I took note the other day of the two-hundredth birthday of the most original of all American poets and Long Island’s greatest son, Walt Whitman. I’ve been a fan for a long time—the boy in my story “Under the Wheel” who walks around high school with a copy of Whitman’s Leaves of Grass in his knapsack was my adolescent self—and my admiration for the man has only grown over the years. I mention the anniversary of his birth on May 31, 1819, in Huntington, New York, however, not merely to take note of his bicentenary, but because he, of all people, suggests to me how to respond to the endless spate of gun murders in our nation.

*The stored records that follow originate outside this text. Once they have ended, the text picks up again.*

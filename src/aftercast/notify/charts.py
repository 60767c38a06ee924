"""Draws the chart an on-call analyst looks at first: actuals against the forecast band.

The top panel shades the central prediction interval, draws the point forecast through it and
marks each actual, with the actuals that fell outside the band drawn larger, in another colour
and with another marker shape. The bottom panel shows the rolling coverage of the band against
its nominal level. Colours are the Okabe-Ito palette, which stays distinct for the common kinds
of colour blindness, and shape backs colour up. Figures are built with matplotlib's object API
on an Agg canvas, so no display and no pyplot global state are ever involved, and the web
pages can reuse the SVG form inline.
"""

from __future__ import annotations

import io

import matplotlib

matplotlib.use("Agg")  # before anything can import pyplot: never look for a display

import numpy as np  # noqa: E402
import pandas as pd  # noqa: E402
from matplotlib.axes import Axes  # noqa: E402
from matplotlib.backends.backend_agg import FigureCanvasAgg  # noqa: E402
from matplotlib.dates import AutoDateLocator, ConciseDateFormatter  # noqa: E402
from matplotlib.figure import Figure  # noqa: E402
from matplotlib.ticker import NullLocator, PercentFormatter  # noqa: E402

from aftercast.notify.base import ChartData  # noqa: E402

# Okabe and Ito (2008), "Color universal design".
BLUE, SKY_BLUE, VERMILLION, GREEN, GREY = "#0072B2", "#56B4E9", "#D55E00", "#009E73", "#555555"
FIGURE_INCHES = (6.0, 3.6)
DPI = 100
FONT_SIZE = 8


def _times(values: list[str]) -> np.ndarray:
    # Naive UTC datetime64 is what matplotlib's date axis takes without any converters.
    return (
        pd.to_datetime(pd.Series(values, dtype=object), utc=True, format="ISO8601")
        .dt.tz_convert(None)
        .to_numpy()
    )


def _numbers(values: list[float | None], length: int, name: str) -> np.ndarray:
    if len(values) != length:
        raise ValueError(f"chart {name} has {len(values)} values for {length} times")
    return np.array(values, dtype=float)  # None becomes NaN, which matplotlib leaves as a gap


def _draw_band(ax: Axes, chart: ChartData) -> None:
    times = _times(chart.times)
    count = len(times)
    actual = _numbers(chart.actual, count, "actual")
    point = _numbers(chart.point, count, "point")
    lower = _numbers(chart.lower, count, "lower")
    upper = _numbers(chart.upper, count, "upper")
    level = f"{chart.level:g}%"
    ax.fill_between(
        times, lower, upper, color=SKY_BLUE, alpha=0.35, linewidth=0, label=f"{level} interval"
    )
    ax.plot(times, point, color=BLUE, linewidth=1.3, label="forecast")
    with np.errstate(invalid="ignore"):
        outside = (actual < lower) | (actual > upper)
    inside = ~outside & np.isfinite(actual)
    # Misses get colour, size and shape, so they stand out in greyscale and to any eye.
    for mask, marker, size, colour, label in (
        (inside, "o", 3.2, "black", "actual"),
        (outside, "X", 6.0, VERMILLION, f"outside ({int(outside.sum())})"),
    ):
        ax.plot(
            times[mask],
            actual[mask],
            linestyle="none",
            marker=marker,
            markersize=size,
            color=colour,
            label=label,
        )
    if count == 0:
        ax.text(
            0.5,
            0.5,
            "no recent pairs",
            transform=ax.transAxes,
            ha="center",
            color=GREY,
            parse_math=False,
        )
        ax.set_yticks([])
    ax.legend(loc="upper left", fontsize=FONT_SIZE - 1, frameon=False, ncol=4)
    ax.margins(x=0.01, y=0.25)  # head room so the legend does not cover the data


def _draw_coverage(ax: Axes, chart: ChartData) -> None:
    times = _times(chart.coverage_times)
    coverage = _numbers(chart.coverage, len(times), "coverage")
    target = chart.level / 100
    ax.axhline(target, color=GREY, linestyle="--", linewidth=1, label=f"target {chart.level:g}%")
    ax.plot(
        times,
        coverage,
        color=GREEN,
        linewidth=1.5,
        marker="." if len(times) < 40 else None,
        label="rolling coverage",
    )
    finite = coverage[np.isfinite(coverage)]
    low = min([target, *finite.tolist()]) if finite.size else target
    ax.set_ylim(max(0.0, low - 0.1), 1.02)
    ax.yaxis.set_major_formatter(PercentFormatter(xmax=1, decimals=0))
    if len(times) == 0:
        ax.text(
            0.5,
            0.2,
            "no coverage history yet",
            transform=ax.transAxes,
            ha="center",
            color=GREY,
            parse_math=False,
        )
    ax.legend(loc="lower left", fontsize=FONT_SIZE - 1, frameon=False, ncol=2)


def date_axis(ax: Axes) -> None:
    """Concise date ticks, 3 to 6 of them. The locator's default of at least 5 ticks cannot
    divide spans such as 4 days (fewer than 5 day ticks, too many hour ticks for 6), so it
    warned and fell back to one tick every 12 hours. Data at one instant alone is shown with a
    day either side rather than the years matplotlib would widen it to."""
    low, high = ax.dataLim.intervalx
    if np.isfinite(low) and high - low < 1.0:  # matplotlib's date unit is the day
        ax.set_xlim(low - 1.0, high + 1.0)
    locator = AutoDateLocator(minticks=3, maxticks=6)
    ax.xaxis.set_major_locator(locator)
    ax.xaxis.set_major_formatter(ConciseDateFormatter(locator))


def _figure(chart: ChartData) -> Figure:
    fig = Figure(figsize=FIGURE_INCHES, dpi=DPI, layout="constrained")
    FigureCanvasAgg(fig)
    # One time axis for both panels, so a coverage dip lines up with the misses that caused it.
    band_ax, coverage_ax = fig.subplots(2, 1, sharex=True, height_ratios=(2.2, 1))
    _draw_band(band_ax, chart)
    _draw_coverage(coverage_ax, chart)
    has_times = bool(chart.times or chart.coverage_times)
    for ax in (band_ax, coverage_ax):
        if has_times:
            date_axis(ax)
        else:
            ax.xaxis.set_major_locator(NullLocator())  # a date axis over nothing would show 1970
        ax.tick_params(labelsize=FONT_SIZE)
        ax.grid(True, color="#dddddd", linewidth=0.6)
        ax.spines[["top", "right"]].set_visible(False)
    # Series ids are user data: never let a "$" switch on mathtext.
    horizon = chart.horizon_words()
    band_ax.set_title(
        f"{chart.series_id} / {chart.model}" + (f", {horizon}" if horizon else ""),
        loc="left",
        fontsize=FONT_SIZE + 1,
        fontweight="bold",
        parse_math=False,
    )
    coverage_ax.set_title(
        "coverage over the rolling window",
        loc="left",
        fontsize=FONT_SIZE,
        color=GREY,
        parse_math=False,
    )
    return fig


def render_band_chart(chart: ChartData) -> bytes:
    """The chart as PNG bytes, about 600 by 360 pixels: readable on a phone, small in a mail."""
    buffer = io.BytesIO()
    _figure(chart).savefig(buffer, format="png", metadata={"Software": None})
    return buffer.getvalue()


def render_band_chart_svg(chart: ChartData) -> str:
    """The chart as an `<svg>` element ready to inline in HTML (no XML prolog, text as text)."""
    buffer = io.StringIO()
    with matplotlib.rc_context({"svg.fonttype": "none"}):
        _figure(chart).savefig(buffer, format="svg", metadata={"Date": None})
    text = buffer.getvalue()
    return text[text.index("<svg") :]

If there was one thing Whitman stood for, and in every conceivable way, it was the sacrosanct autonomy of the individual.  Over and over in Leaves of Grass the poet returns to that specific idea, but also to the one he presents as its corollary: the paradoxical notion that the justification for democracy itself rests in the core concept that the individual possesses an inviolate right to live free of the constraints of others and the restraints of society…and that the perfect nation (in his unabashed conception, our own) is one in which citizens band together to promote a society that promotes the inalienable autonomy of the individual.

In other words, the core concept that permeates all of Whitman’s work is that, unlike in the world of insects where the swarm is the thing and the individual bugs that make it up are basically indistinguishable from each other even in their own eyes, in the world of human beings the individual is not merely the building block of society but an entire universe unto him or herself, one that has no more need of the permission of others to rotate on its own axis and at its own speed than the Milky Way needs the permission of other galaxies to travel endlessly through the cosmos on its own and in its own way.

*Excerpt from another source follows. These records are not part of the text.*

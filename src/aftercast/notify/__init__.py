"""Notification channels: how a rendered alert digest leaves aftercast.

`base` holds the contract (`Notification` in, `DeliveryOutcome` out, `Channel.deliver` never
raises); each other module is one channel with its own pydantic config model. The registry
below is the only place that lists them: adding a channel is one new file and one line in
`CHANNELS`. The config module builds its discriminated union from `CHANNEL_CONFIG_TYPES` (each
model's `type` field is the discriminator) and turns each entry into a channel with
`build_channel`, which also runs the checks that involve secrets (they live in the channel
constructors because a pydantic error would quote the secret it rejects). Models holding these
configs should set `hide_input_in_errors=True` too: pydantic takes that setting from the
outermost model, and a mistyped key's error would otherwise quote its value.
"""

from __future__ import annotations

from collections.abc import Mapping
from typing import Annotated, Any, Union

from pydantic import ConfigDict, Field, TypeAdapter

from aftercast.notify.base import (
    AlertLine,
    Channel,
    ChannelConfigBase,
    ChartData,
    DeliveryOutcome,
    Notification,
)
from aftercast.notify.files import FileChannel, FileChannelConfig
from aftercast.notify.mail import EmailChannel, EmailChannelConfig
from aftercast.notify.webhook import WebhookChannel, WebhookChannelConfig

CHANNELS: dict[str, type[Channel]] = {
    cls.type: cls
    for cls in (
        EmailChannel,
        WebhookChannel,
        FileChannel,
    )
}
CHANNEL_CONFIG_TYPES: tuple[type[ChannelConfigBase], ...] = tuple(
    cls.config_model for cls in CHANNELS.values()
)
# Union over a runtime tuple: pydantic reads it, type checkers see ChannelConfigBase.
_config_adapter: TypeAdapter[Any] = TypeAdapter(
    Annotated[Union[CHANNEL_CONFIG_TYPES], Field(discriminator="type")],  # type: ignore[arg-type]  # noqa: UP007
    config=ConfigDict(hide_input_in_errors=True),
)


def parse_channel_config(raw: Mapping[str, Any]) -> ChannelConfigBase:
    """Validate one `channels:` entry into the config model its `type` names."""
    config: ChannelConfigBase = _config_adapter.validate_python(dict(raw))
    return config


def build_channel(config: ChannelConfigBase) -> Channel:
    """The channel for a validated config, chosen by its `type`."""
    try:
        cls = CHANNELS[config.type]
    except KeyError:
        raise ValueError(
            f"channel {config.name!r}: unknown type {config.type!r}; known: {sorted(CHANNELS)}"
        ) from None
    return cls(config)


__all__ = [
    "CHANNELS",
    "CHANNEL_CONFIG_TYPES",
    "AlertLine",
    "Channel",
    "ChannelConfigBase",
    "ChartData",
    "DeliveryOutcome",
    "EmailChannel",
    "EmailChannelConfig",
    "FileChannel",
    "FileChannelConfig",
    "Notification",
    "WebhookChannel",
    "WebhookChannelConfig",
    "build_channel",
    "parse_channel_config",
]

My proposal is that we honor Whitman’s memory by rededicating ourselves to the notion that each man, woman, or child killed in an act of senseless gun violence is best to be taken not a mere individual, but as the nation itself, and that the incident that took that person’s life is thus correctly to be understood as an act of aggression not against that one man or woman but against the American people itself. That core concept—that the individual is the nation and the nation is each of its citizens—is Whitman’s personal gift to the question of how to respond to gun violence in America.

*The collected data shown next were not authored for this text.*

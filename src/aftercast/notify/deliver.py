"""The deliverer: sends what the outbox holds due, through the configured channels.

`deliver_due` is what the `notify` stage of a cycle and the daemon's delivery job call. It
claims due notifications in batches, sends each through its channel (channels never raise: a
dead SMTP server is an outcome, not an exception, so a cycle always finishes) and records the
outcome: delivered, retry later with exponential backoff and jitter, or dead after
`delivery.max_attempts`. Once a channel asks for a retry, the rest of its claimed notifications
are handed back unsent for this pass instead of hammering a server that is down.
"""

from __future__ import annotations

import logging
import os
import random
import socket
import time
import uuid
from collections.abc import Callable, Mapping
from dataclasses import asdict, dataclass, field
from typing import Any

from sqlalchemy import Engine

from aftercast.config import Config
from aftercast.logs import log_event
from aftercast.notify import Channel, DeliveryOutcome, Notification, build_channel
from aftercast.notify.outbox import (
    DEAD,
    DELIVERED,
    PENDING,
    Claim,
    claim_due,
    finish,
    release,
    renew,
)

log = logging.getLogger("aftercast.notify")


@dataclass
class DeliveryReport:
    """What one delivery pass did; `failures` holds one line per failed attempt."""

    attempted: int = 0
    delivered: int = 0
    retrying: int = 0
    dead: int = 0
    lost: int = 0  # claims another deliverer took over before this one sent them
    failures: list[str] = field(default_factory=list)

    def as_json(self) -> dict[str, Any]:
        return asdict(self)


def worker_name() -> str:
    """Who holds a claim: host, process and a random part, unique across replicas."""
    return f"{socket.gethostname()}:{os.getpid()}:{uuid.uuid4().hex[:8]}"


def build_channels(config: Config) -> dict[str, Channel]:
    return {entry.name: build_channel(entry) for entry in config.channels}


def deliver_due(
    engine: Engine,
    config: Config,
    now: int | Callable[[], int] | None = None,
    *,
    worker: str | None = None,
    channels: Mapping[str, Channel] | None = None,
    rng: random.Random | None = None,
) -> DeliveryReport:
    """Send every notification due at `now` (default: the clock, read at each step).

    `now` may also be a function giving the time (a test's own clock); it is read at every
    claim, lease renewal and outcome.
    """
    delivery = config.delivery
    worker = worker or worker_name()
    channels = build_channels(config) if channels is None else channels
    clock = _clock(now)
    report = DeliveryReport()
    failing: set[str] = set()
    while True:
        claims = claim_due(
            engine, worker, clock(), delivery.batch_size, delivery.lease_seconds, failing
        )
        held_back = []
        for claim in claims:
            if claim.channel in failing:
                held_back.append(claim)
                continue
            if not renew(engine, claim, worker, clock(), delivery.lease_seconds):
                report.lost += 1  # its lease lapsed and another deliverer took it over
                continue
            outcome = _send(channels, claim, delivery.max_attempts)
            status = finish(engine, claim, outcome, worker, clock(), delivery, rng)
            _count(report, claim, outcome, status)
            if outcome.status == "retry":
                failing.add(claim.channel)
        release(engine, held_back, worker)
        if len(claims) < delivery.batch_size:
            break
    if report.attempted:
        log_event(log, "notifications delivered", **report.as_json())
    return report


def _clock(now: int | Callable[[], int] | None) -> Callable[[], int]:
    if callable(now):
        return now
    if now is not None:
        fixed = now
        return lambda: fixed
    return lambda: int(time.time())


def _send(channels: Mapping[str, Channel], claim: Claim, max_attempts: int) -> DeliveryOutcome:
    channel = channels.get(claim.channel)
    if channel is None:
        return DeliveryOutcome.dead(f"channel {claim.channel!r} is no longer configured")
    last = claim.attempts if claim.attempts >= max_attempts else None
    return channel.deliver(Notification.from_json(claim.payload), last_attempt=last)


def _count(report: DeliveryReport, claim: Claim, outcome: DeliveryOutcome, status: str) -> None:
    report.attempted += 1
    if status == DELIVERED:
        report.delivered += 1
        return
    if status == PENDING:
        report.retrying += 1
    elif status == DEAD:
        report.dead += 1
    report.failures.append(
        f"{claim.channel}: notification {claim.notification_id} attempt {claim.attempts}: "
        f"{status or 'claim lost'}: {outcome.detail}"
    )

A young man of eighteen, Kendrick Ray Castillo, gave his life on May 7 in the STEM School Highlands Ranch shooting in Douglas County, Colorado, while trying to disarm one of the two shooters who had entered the school building. (Two others joined him in the effort, both of who survived.) Kendrick was lionized in the national press briefly, particularly since the Highlands Ranch shooting occurred just a week after the shooting at the University of North Carolina Charlotte campus in which a different young man, Riley Howell, also lost his life while selflessly and bravely trying to tackle the gunman and thus to give his classmates time to escape. Both men were heroes and deserve to be remembered as such, but as the days pass and the stories of these two particularly school shootings—just two among eight shootings in American schools this year so far and surely not the last—join non-school incidents (148 this year so far and counting) in becoming impossible for any of us to keep straight in our heads, we need to resolve to consider each loss separately and to feel personally aggressed against whenever an innocent life is taken by some angry person with a gun. E pluribus unum does not mean that when we come together as a people we abandon our identities as individuals, but just the opposite: that, as Whitman wrote over and over, the republic exists as a monument to the supreme value of the individual and so, from membership among the many comes the strength of the one to endure….and to flourish unimpeded by the violent machinations of others. The attacks that took the lives of 6,027 Americans (not a typo: click here) in acts of gun-related violence so far this year alone are attacks against the republic itself because each American individual is the nation. That was Whitman’s greatest lesson and it the one I suggest we all take to heart as we attempt not to file Virginia Beach away as just one more tragedy to take stock of and then to move on from.